Copy all lines in the data that contain the string "headers".

[Collected data entries]
★ ★ ★

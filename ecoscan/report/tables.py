"""Plain-text tables for the terminal, with headings and number formats from the vocabulary."""

from __future__ import annotations

from collections.abc import Mapping, Sequence
from typing import Any

from ecoscan.vocabulary import COLUMNS, format_cell, label

__all__ = ["format_table"]


def _numeric(key: str, rows: Sequence[Mapping[str, Any]]) -> bool:
    col = COLUMNS.get(key)
    if col is not None:
        return col.fmt not in ("text", "bool")
    return all(isinstance(r.get(key), (int, float)) or r.get(key) is None for r in rows)


def format_table(
    rows: Sequence[Mapping[str, Any]],
    columns: Sequence[str],
    *,
    max_width: int = 40,
) -> str:
    """Format records as an aligned text table (numbers right-aligned).

    Headings and number formats come from :mod:`ecoscan.vocabulary`, so a column reads the
    same in every command and in the report.

    Parameters
    ----------
    rows : sequence of mappings
        Records to show.
    columns : sequence of str
        Column keys to show, in order.
    max_width : int
        Longer cells are cut with an ellipsis.

    Returns
    -------
    str

    Examples
    --------
    >>> print(format_table([{"plot_id": "a", "n": 12, "p_mc": 0.0002}], ["plot_id", "n", "p_mc"]))
    plot   n  p Monte Carlo
    ----  --  -------------
    a     12         <0.001
    """
    headers = [label(c) for c in columns]
    body = []
    for r in rows:
        cells = []
        for c in columns:
            s = format_cell(c, r.get(c)) or "-"
            cells.append(s if len(s) <= max_width else s[: max_width - 1] + "…")
        body.append(cells)
    numeric = [_numeric(c, rows) for c in columns]
    widths = [max([len(h)] + [len(b[i]) for b in body]) for i, h in enumerate(headers)]

    def line(cells: Sequence[str]) -> str:
        out = []
        for i, s in enumerate(cells):
            out.append(s.rjust(widths[i]) if numeric[i] else s.ljust(widths[i]))
        return "  ".join(out).rstrip()

    sep = "  ".join("-" * w for w in widths)
    return "\n".join([line(headers), sep, *[line(b) for b in body]])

★ ★ ★

### Task output
    headers = [label(c) for c in columns]
    widths = [max([len(h)] + [len(b[i]) for b in body]) for i, h in enumerate(headers)]
    return "\n".join([line(headers), sep, *[line(b) for b in body]])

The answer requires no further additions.